Sometimes, life can make you feel like the king of the world. And, sometimes, life can make you feel like the bottom turtle in the indeterminable stack of terrapins that hold up the universe.
Lately, it feels as if there is this infinite, gaping chasm spread out in front of me—one I can’t see the end of, one I can’t see the bottom of, one that terrifies me more than my limited vocabulary could express. I don’t know what I’ve done to put myself at the precipice. More importantly, I don’t know how to escape from said precipice.
Were it as easy as turning back the way I came, I would have run backward, blindly even, without hesitation. But, the path behind me is steadily eroding away. Soon, there will be no backward path, only the abyss.
Seriously, though, I don’t know which karma fairy I stepped on, or which curse I’ve stumbled into, but I think I’ve had my fair share of bad days and troubled times--- perhaps more than my fair share. Those who know me, know I’m not one to complain. If anything, I’m probably guilty of not complaining enough—
If these were events I had a personal hand in bringing about, it would be one thing. I would be less likely to lament the current state of things. I’m very much a believer that if you got yourself into a mess, then you get yourself out and you have no one to blame but yourself.
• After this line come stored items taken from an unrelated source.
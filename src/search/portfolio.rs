//! The portfolio: which heuristic proposes next, and what each has earned.
//!
//! Shares of a mix move by recent earnings: a lower value counts most, new minima by how near they are to the lowest. The
//! survey stands outside: its share is fixed, and so are the shares of a mix that the user gave with numbers.

use rand::RngExt;
use rand_chacha::ChaCha8Rng;

use super::anneal::Anneal;
use super::earnings::Earnings;
use super::evolve::Evolve;
use super::hop::Hop;
use super::multistart::Multistart;
use super::proposer::{Arrival, Proposer, Scene};
use super::schedule::Schedule;
use super::settings::{Heuristic, Mix};
use super::structure::Structure;
use super::task::{Proposal, Work};

/// Descents after which earnings count half: at least so many, and this part of all evaluations so far.
const MEMORY: (f64, f64) = (400.0, 0.2);
/// Descents that each is trusted with at first.
const TRUST: f64 = 40.0;

/// The share that a long hunt keeps for a heuristic whatever it earns.
fn hedge(heuristic: Heuristic) -> f64 {
    match heuristic {
        Heuristic::Hop => 0.35,
        Heuristic::Evolve => 0.2,
        Heuristic::Anneal | Heuristic::Multistart => 0.04,
        Heuristic::Given | Heuristic::Survey => 0.0,
    }
}

/// The heuristics of a hunt with their accounts.
pub struct Portfolio {
    mix: Mix,
    survey: f64,
    schedule: Schedule,
    earnings: Earnings,
    members: Vec<Box<dyn Proposer>>,
    /// Fillings of empty places tried and those that moved a point, of late.
    fillings: (f64, f64),
}

impl Portfolio {
    /// A portfolio in which nothing was proposed.
    pub fn new(mix: &Mix, survey: f64, structure: &Structure) -> Self {
        let members: Vec<(f64, f64)> =
            mix.members().iter().map(|&(heuristic, share)| (share, hedge(heuristic))).collect();
        let member = |&(heuristic, _): &(Heuristic, f64)| -> Box<dyn Proposer> {
            match heuristic {
                Heuristic::Anneal => Box::new(Anneal::new(structure)),
                Heuristic::Evolve => Box::new(Evolve::new(structure)),
                Heuristic::Hop => Box::new(Hop::new(structure)),
                Heuristic::Given | Heuristic::Survey | Heuristic::Multistart => Box::new(Multistart::default()),
            }
        };
        let mut schedule = Schedule::new(mix, survey);
        schedule.expect(Heuristic::Anneal, Anneal::expected_cost(structure));
        Portfolio {
            mix: mix.clone(),
            survey,
            schedule,
            earnings: Earnings::new(&members),
            members: mix.members().iter().map(member).collect(),
            fillings: (0.0, 0.0),
        }
    }

    /// Fixes the shares of the next round by the earnings so far.
    pub fn begin_round(&mut self) {
        let spent: u64 = self.schedule.spent().iter().sum();
        let descents: u64 = self.schedule.descents().iter().sum();
        let cost = spent as f64 / descents.max(1) as f64;
        let memory = (MEMORY.0 * cost).max(MEMORY.1 * spent as f64);
        self.earnings.remember(memory, TRUST * cost);
        self.earnings.grow(descents);
        self.members.iter_mut().for_each(|member| member.begin_round(memory, cost, descents));
        if self.mix.is_fixed() {
            return;
        }
        self.schedule.set_shares(&self.mix, self.survey, &self.earnings.shares());
    }

    /// The next task. `turns` counts the tasks of the round by heuristic.
    pub fn propose(
        &mut self,
        scene: &Scene<'_>,
        turns: &mut [u64; Heuristic::ALL.len()],
        rng: &mut ChaCha8Rng,
    ) -> Work {
        let heuristic = self.schedule.next();
        self.schedule.begin(heuristic);
        let Some(member) = self.member(heuristic) else {
            return Work::Descend {
                heuristic,
                proposal: Proposal::Uniform,
                mark: 0,
                fill: false,
                ceiling: f64::INFINITY,
            };
        };
        let turn = turns[heuristic.number()];
        turns[heuristic.number()] += 1;
        let proposed = self.members[member].propose(scene, turn, rng);
        // A filling that never moves a point is a waste; now and then it is tried all the same.
        let (tried, moved) = self.fillings;
        let chance = ((moved + 1.0) / (tried + 1.0) * 10.0).clamp(0.1, 1.0);
        let fill = proposed.fill && rng.random::<f64>() < chance;
        Work::Descend { heuristic, proposal: proposed.proposal, mark: proposed.mark, fill, ceiling: proposed.ceiling }
    }

    /// Books a task of points that the user gave.
    pub fn begin_given(&mut self) {
        self.schedule.begin(Heuristic::Given);
    }

    /// What became of a task.
    pub fn arrive(&mut self, heuristic: Heuristic, scene: &Scene<'_>, arrival: Arrival, rng: &mut ChaCha8Rng) {
        self.schedule.end(heuristic, arrival.evaluations);
        let Some(member) = self.member(heuristic) else { return };
        self.earnings.earn(member, arrival.evaluations, arrival.worth);
        self.members[member].arrive(scene, arrival, rng);
    }

    /// Counts fillings.
    pub fn count_fillings(&mut self, (tried, moved): (u32, u32)) {
        let fade = 0.998_f64;
        self.fillings = (fade * self.fillings.0 + f64::from(tried), fade * self.fillings.1 + f64::from(moved));
    }

    /// The account of evaluations by heuristic.
    pub fn schedule(&self) -> &Schedule {
        &self.schedule
    }

    /// The ways inside heuristics with their shares.
    pub fn ways(&self) -> Vec<(Heuristic, &'static str, f64)> {
        let mut ways = Vec::new();
        for (member, &(heuristic, _)) in self.members.iter().zip(self.mix.members()) {
            ways.extend(member.ways().into_iter().map(|(name, share)| (heuristic, name, share)));
        }
        ways
    }

    fn member(&self, heuristic: Heuristic) -> Option<usize> {
        self.mix.members().iter().position(|member| member.0 == heuristic)
    }
}
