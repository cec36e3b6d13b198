//! `multistart`: starts that nothing leads, every other one spread evenly.

use rand_chacha::ChaCha8Rng;

use super::proposer::{Arrival, Proposed, Proposer, Scene};
use super::task::Proposal;

/// The heuristic.
#[derive(Default)]
pub struct Multistart {
    drawn: u64,
}

impl Proposer for Multistart {
    fn propose(&mut self, _scene: &Scene<'_>, _turn: u64, _rng: &mut ChaCha8Rng) -> Proposed {
        self.drawn += 1;
        let number = self.drawn;
        // Those between are independent of each other.
        let proposal = if number.is_multiple_of(2) { Proposal::Spread(number / 2) } else { Proposal::Uniform };
        Proposed { proposal, mark: 0, fill: false, ceiling: f64::INFINITY }
    }

    fn arrive(&mut self, _scene: &Scene<'_>, _arrival: Arrival, _rng: &mut ChaCha8Rng) {}
}
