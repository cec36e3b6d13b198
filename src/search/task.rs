//! The unit of work: one descent from a proposal, or one confirmation.

use std::sync::Arc;

use crate::ledger::EntryId;

use super::moves::Move;
use super::settings::Heuristic;

/// One piece of a round.
#[derive(Clone, Debug)]
pub struct Task {
    /// The round.
    pub round: u64,
    /// Its place in the round.
    pub number: u64,
    /// What to do.
    pub work: Work,
}

/// What a task does.
#[derive(Clone, Debug)]
pub enum Work {
    /// Make a start and descend from it.
    Descend {
        /// On whose account.
        heuristic: Heuristic,
        /// How the start is made.
        proposal: Proposal,
        /// The heuristic's own mark, given back with the result (a chain's number, say).
        mark: u64,
    },
    /// Polish a converged point and test its stiffness.
    Confirm {
        /// The entry that it stands for.
        entry: EntryId,
        /// The point.
        at: Arc<[f64]>,
    },
}

/// How a start is made, from the task's own random stream.
#[derive(Clone, Debug)]
pub enum Proposal {
    /// This point.
    Point(Arc<[f64]>),
    /// Uniform in the start region.
    Uniform,
    /// The n-th point of a low-discrepancy sequence in the start region.
    Spread(u64),
    /// A move away from a minimum.
    Moved {
        /// The minimum.
        from: Arc<[f64]>,
        /// The move.
        kind: Move,
        /// Its size relative to the scale of the unknowns, for moves that have one.
        step: f64,
    },
}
But, when the responsibility of taking care of the mess of others is thrust into your lap, dropped on your head or yoked to your shoulders—when you never asked for the privilege of dealing with it—it is another matter entirely.
I guess I've lost some of my perspective. I'm pretty sure if so many things weren't going at one time, I'd be better equipped to deal...but, the adage, it never rains but it pours, doesn't even begin to describe the amount of Niagara that's pissing down in my back yard....
I fear I am coming to the end of my endurance. What that means, exactly, I’m not sure. But, I do know that the point of maximum capacity is within sight---well, within “feeling” actually. I find that I move through a progression of emotions—if past precedent holds true—from a point of heightened anxiety to conscious disconnect to numbness to shutdown. I can feel myself, currently, teetering at the edge of disconnect (where I’m not processing anything that is being said to me or thrown at me) about to plummet headlong into numbness.
If I reach the stage of shutdown, it won’t be pretty….
Tell me, where does the Wailing Wall turn when it needs to scream?